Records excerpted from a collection
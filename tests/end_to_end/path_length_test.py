#!/usr/bin/python3
"""The length of a path along the grid, as it is and without bias; and each choice of how steps are timed, verified independently on a whole town."""
import csv
import math
import subprocess
import sys
import unittest

import numpy as np

from step_rules_test import LEFT, NRCS, STUDY, TOP
from support import CommandTest, VERIFY, demo_town, table, write_points


class PathLength(CommandTest):
    STEPS = 300

    def run_line(self, degrees, surface=""):
        """A trough that falls to the point in a straight line, so many degrees off the north, with no ground but beside it."""
        angle, size = math.radians(degrees), self.STEPS + 8
        rows, columns = np.mgrid[0:size, 0:size].astype(float)
        along = (rows - 3) * math.cos(angle) + (columns - 3) * math.sin(angle)
        across = np.abs((columns - 3) * math.cos(angle) - (rows - 3) * math.sin(angle))
        length = self.STEPS / math.cos(angle)
        z = 100 - 0.05 * along + 0.06 * across  # no cell of the trough lies above the one before
        z[(across > 2) | (along < -0.1) | (along > length + 0.1)] = -9999
        self.ground(values=np.round(z, 6), cell=1.0, nodata=-9999)
        self.cover(values=np.ones(z.shape, np.uint8), cell=1.0)
        self.book()
        end = (round(3 + self.STEPS), round(3 + self.STEPS * math.tan(angle)))
        write_points(self.folder / "points.geojson", [("end", (LEFT + end[1] + 0.5, TOP - end[0] - 0.5))])
        (self.folder / "study.toml").write_text(STUDY.format(units="si", window="20 m", terrain="", surface=surface, rain=NRCS, timing=""))
        self.done("run", "study.toml", "--replace")
        row = table(self.folder / "result/tables/outlets.csv")[0]
        return {name: float(row[f"longest_{name}_m"]) / length for name in ("length", "grid_length", "unbiased_length")}

    def test_straight_lines_at_every_aspect_have_the_known_error_without_weights_and_the_least_with(self):
        """cos θ + (√2 − 1) sin θ, at most 1.0824 at 22.5°; times 0.96194 from 0.962 to 1.041. A cell or two at the ends, of 300, are the tolerance."""
        found = []
        for degrees in (0, 11.25, 22.5, 33.75, 45):
            lengths = self.run_line(degrees)
            curve = math.cos(math.radians(degrees)) + (math.sqrt(2) - 1) * math.sin(math.radians(degrees))
            self.assertAlmostEqual(lengths["length"], curve, delta=0.01, msg=degrees)
            self.assertEqual(lengths["length"], lengths["grid_length"])
            weighted = self.run_line(degrees, 'path_length = "unbiased"')
            self.assertAlmostEqual(weighted["length"] / lengths["length"], 0.96194, places=4)
            self.assertEqual(weighted["length"], weighted["unbiased_length"])
            self.assertLess(abs(weighted["length"] - 1), 0.045)
            found.append((lengths["length"] - 1, weighted["length"] - 1))
        plain, weighted = np.array(found).T
        self.assertAlmostEqual(max(plain), 0.0824, delta=0.006)
        self.assertAlmostEqual(max(weighted), -min(weighted), delta=0.01)  # over- and underestimates are alike

    def town(self, name, change):
        if not (self.folder / "town").exists():
            demo_town(self.folder / "town")
            (self.folder / "town/rain.csv").write_text("duration_min,intensity_10yr_in_h\n5,6.9\n15,4.4\n60,2.3\n1440,0.2\n")
            (self.folder / "town/chart.csv").write_text("slope_percent,hard_m_s,soft_m_s\n0.5,0.4,0.1\n4,1.3,0.35\n20,2.6,0.8\n")
            book = list(csv.reader((self.folder / "town/cover-book.csv").read_text().splitlines()))
            with open(self.folder / "town/cover-book.csv", "w", newline="", encoding="utf-8") as file:
                csv.writer(file).writerows([book[0] + ["chart_line", "c", "c_c"]] + [
                    row + ["" if row[0] == "7" else "hard" if row[0] in "128" else "soft", "0.9" if row[0] in "12" else "0.3",
                           "0.4" if row[0] in "3456" else ""] for row in book[1:]])
        study = change((self.folder / "town/study.toml").read_text()).replace('folder = "result"', f'folder = "{name}"')
        (self.folder / f"town/{name}.toml").write_text(study)
        self.repeated("run", f"town/{name}.toml")
        return {outlet["name"]: outlet for outlet in self.result(f"town/{name}")["outlets"]}

    def test_the_independent_verification_finds_the_same_times_under_each_choice(self):
        def kinematic(text):
            return text.replace('two_year_24_hour = "62 mm"', 'file = "rain.csv"').replace('sheet = "nrcs"', 'sheet = "kinematic"')
        choices = {"unbiased": lambda text: text.replace("[surface]", '[surface]\npath_length = "unbiased"'),
                   "runoff": lambda text: kinematic(text).replace("[timing]", '[timing]\nsheet_rain = "runoff"').replace(
                       "[surface]", '[surface]\nsoil_group = "C"'),
                   "chart": lambda text: text.replace('shallow = "by cover"', 'shallow = "chart"\nvelocity_chart = "chart.csv"'),
                   "region": lambda text: text.replace(', width = "2.70 m * km2^0.352", depth = "0.30 m * km2^0.213"', ', region = "Atlantic Plain"')}
        times = {}
        for name, change in choices.items():
            times[name] = self.town(name, change)["Weir"]["time_of_concentration_s"]
            done = subprocess.run([sys.executable, "-B", VERIFY, self.folder / "town" / name, self.folder / "town/dem.tif", "--study",
                                   self.folder / f"town/{name}.toml"], capture_output=True, text=True, check=False)
            self.assertEqual(done.returncode, 0, name + done.stdout + done.stderr)
            self.assertIn("travel time", done.stdout)
        self.assertEqual(len(set(times.values())), len(times))

    def test_slopes_of_the_land_and_areas_stay_as_they_are(self):
        plain = self.town("plain", lambda text: text)
        weighted = self.town("weighted", lambda text: text.replace("[surface]", '[surface]\npath_length = "unbiased"'))
        for name, outlet in plain.items():
            self.assertEqual(outlet["area_m2"], weighted[name]["area_m2"])
            self.assertAlmostEqual(weighted[name]["methods"]["measures"]["land_slope"] / outlet["methods"]["measures"]["land_slope"], 1, delta=1e-4)
            self.assertAlmostEqual(weighted[name]["longest_path"]["length_m"] / outlet["longest_path"]["length_m"], 0.96194, places=4)
        self.assertEqual(self.result("town/weighted")["parameters"]["path_length"], {"rule": "unbiased", "step_weight": 0.96194})


if __name__ == "__main__":
    unittest.main()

PROBLEM
Please copy each line above exactly as written.

FINISHED TASK
filename tests/end_to_end/path_length_test.py
#!/usr/bin/python3
"""The length of a path along the grid, as it is and without bias; and each choice of how steps are timed, verified independently on a whole town."""
import csv
import math
import subprocess
import sys
import unittest

import numpy as np

from step_rules_test import LEFT, NRCS, STUDY, TOP
from support import CommandTest, VERIFY, demo_town, table, write_points


class PathLength(CommandTest):
    STEPS = 300

    def run_line(self, degrees, surface=""):
        """A trough that falls to the point in a straight line, so many degrees off the north, with no ground but beside it."""
        angle, size = math.radians(degrees), self.STEPS + 8
        rows, columns = np.mgrid[0:size, 0:size].astype(float)
        along = (rows - 3) * math.cos(angle) + (columns - 3) * math.sin(angle)
        across = np.abs((columns - 3) * math.cos(angle) - (rows - 3) * math.sin(angle))
        length = self.STEPS / math.cos(angle)
        z = 100 - 0.05 * along + 0.06 * across  # no cell of the trough lies above the one before
        z[(across > 2) | (along < -0.1) | (along > length + 0.1)] = -9999
        self.ground(values=np.round(z, 6), cell=1.0, nodata=-9999)
        self.cover(values=np.ones(z.shape, np.uint8), cell=1.0)
        self.book()
        end = (round(3 + self.STEPS), round(3 + self.STEPS * math.tan(angle)))
        write_points(self.folder / "points.geojson", [("end", (LEFT + end[1] + 0.5, TOP - end[0] - 0.5))])
        (self.folder / "study.toml").write_text(STUDY.format(units="si", window="20 m", terrain="", surface=surface, rain=NRCS, timing=""))
        self.done("run", "study.toml", "--replace")
        row = table(self.folder / "result/tables/outlets.csv")[0]
        return {name: float(row[f"longest_{name}_m"]) / length for name in ("length", "grid_length", "unbiased_length")}

    def test_straight_lines_at_every_aspect_have_the_known_error_without_weights_and_the_least_with(self):
        """cos θ + (√2 − 1) sin θ, at most 1.0824 at 22.5°; times 0.96194 from 0.962 to 1.041. A cell or two at the ends, of 300, are the tolerance."""
        found = []
        for degrees in (0, 11.25, 22.5, 33.75, 45):
            lengths = self.run_line(degrees)
            curve = math.cos(math.radians(degrees)) + (math.sqrt(2) - 1) * math.sin(math.radians(degrees))
            self.assertAlmostEqual(lengths["length"], curve, delta=0.01, msg=degrees)
            self.assertEqual(lengths["length"], lengths["grid_length"])
            weighted = self.run_line(degrees, 'path_length = "unbiased"')
            self.assertAlmostEqual(weighted["length"] / lengths["length"], 0.96194, places=4)
            self.assertEqual(weighted["length"], weighted["unbiased_length"])
            self.assertLess(abs(weighted["length"] - 1), 0.045)
            found.append((lengths["length"] - 1, weighted["length"] - 1))
        plain, weighted = np.array(found).T
        self.assertAlmostEqual(max(plain), 0.0824, delta=0.006)
        self.assertAlmostEqual(max(weighted), -min(weighted), delta=0.01)  # over- and underestimates are alike

    def town(self, name, change):
        if not (self.folder / "town").exists():
            demo_town(self.folder / "town")
            (self.folder / "town/rain.csv").write_text("duration_min,intensity_10yr_in_h\n5,6.9\n15,4.4\n60,2.3\n1440,0.2\n")
            (self.folder / "town/chart.csv").write_text("slope_percent,hard_m_s,soft_m_s\n0.5,0.4,0.1\n4,1.3,0.35\n20,2.6,0.8\n")
            book = list(csv.reader((self.folder / "town/cover-book.csv").read_text().splitlines()))
            with open(self.folder / "town/cover-book.csv", "w", newline="", encoding="utf-8") as file:
                csv.writer(file).writerows([book[0] + ["chart_line", "c", "c_c"]] + [
                    row + ["" if row[0] == "7" else "hard" if row[0] in "128" else "soft", "0.9" if row[0] in "12" else "0.3",
                           "0.4" if row[0] in "3456" else ""] for row in book[1:]])
        study = change((self.folder / "town/study.toml").read_text()).replace('folder = "result"', f'folder = "{name}"')
        (self.folder / f"town/{name}.toml").write_text(study)
        self.repeated("run", f"town/{name}.toml")
        return {outlet["name"]: outlet for outlet in self.result(f"town/{name}")["outlets"]}

    def test_the_independent_verification_finds_the_same_times_under_each_choice(self):
        def kinematic(text):
            return text.replace('two_year_24_hour = "62 mm"', 'file = "rain.csv"').replace('sheet = "nrcs"', 'sheet = "kinematic"')
        choices = {"unbiased": lambda text: text.replace("[surface]", '[surface]\npath_length = "unbiased"'),
                   "runoff": lambda text: kinematic(text).replace("[timing]", '[timing]\nsheet_rain = "runoff"').replace(
                       "[surface]", '[surface]\nsoil_group = "C"'),
                   "chart": lambda text: text.replace('shallow = "by cover"', 'shallow = "chart"\nvelocity_chart = "chart.csv"'),
                   "region": lambda text: text.replace(', width = "2.70 m * km2^0.352", depth = "0.30 m * km2^0.213"', ', region = "Atlantic Plain"')}
        times = {}
        for name, change in choices.items():
            times[name] = self.town(name, change)["Weir"]["time_of_concentration_s"]
            done = subprocess.run([sys.executable, "-B", VERIFY, self.folder / "town" / name, self.folder / "town/dem.tif", "--study",
                                   self.folder / f"town/{name}.toml"], capture_output=True, text=True, check=False)
            self.assertEqual(done.returncode, 0, name + done.stdout + done.stderr)
            self.assertIn("travel time", done.stdout)
        self.assertEqual(len(set(times.values())), len(times))

    def test_slopes_of_the_land_and_areas_stay_as_they_are(self):
        plain = self.town("plain", lambda text: text)
        weighted = self.town("weighted", lambda text: text.replace("[surface]", '[surface]\npath_length = "unbiased"'))
        for name, outlet in plain.items():
            self.assertEqual(outlet["area_m2"], weighted[name]["area_m2"])
            self.assertAlmostEqual(weighted[name]["methods"]["measures"]["land_slope"] / outlet["methods"]["measures"]["land_slope"], 1, delta=1e-4)
            self.assertAlmostEqual(weighted[name]["longest_path"]["length_m"] / outlet["longest_path"]["length_m"], 0.96194, places=4)
        self.assertEqual(self.result("town/weighted")["parameters"]["path_length"], {"rule": "unbiased", "step_weight": 0.96194})


if __name__ == "__main__":
    unittest.main()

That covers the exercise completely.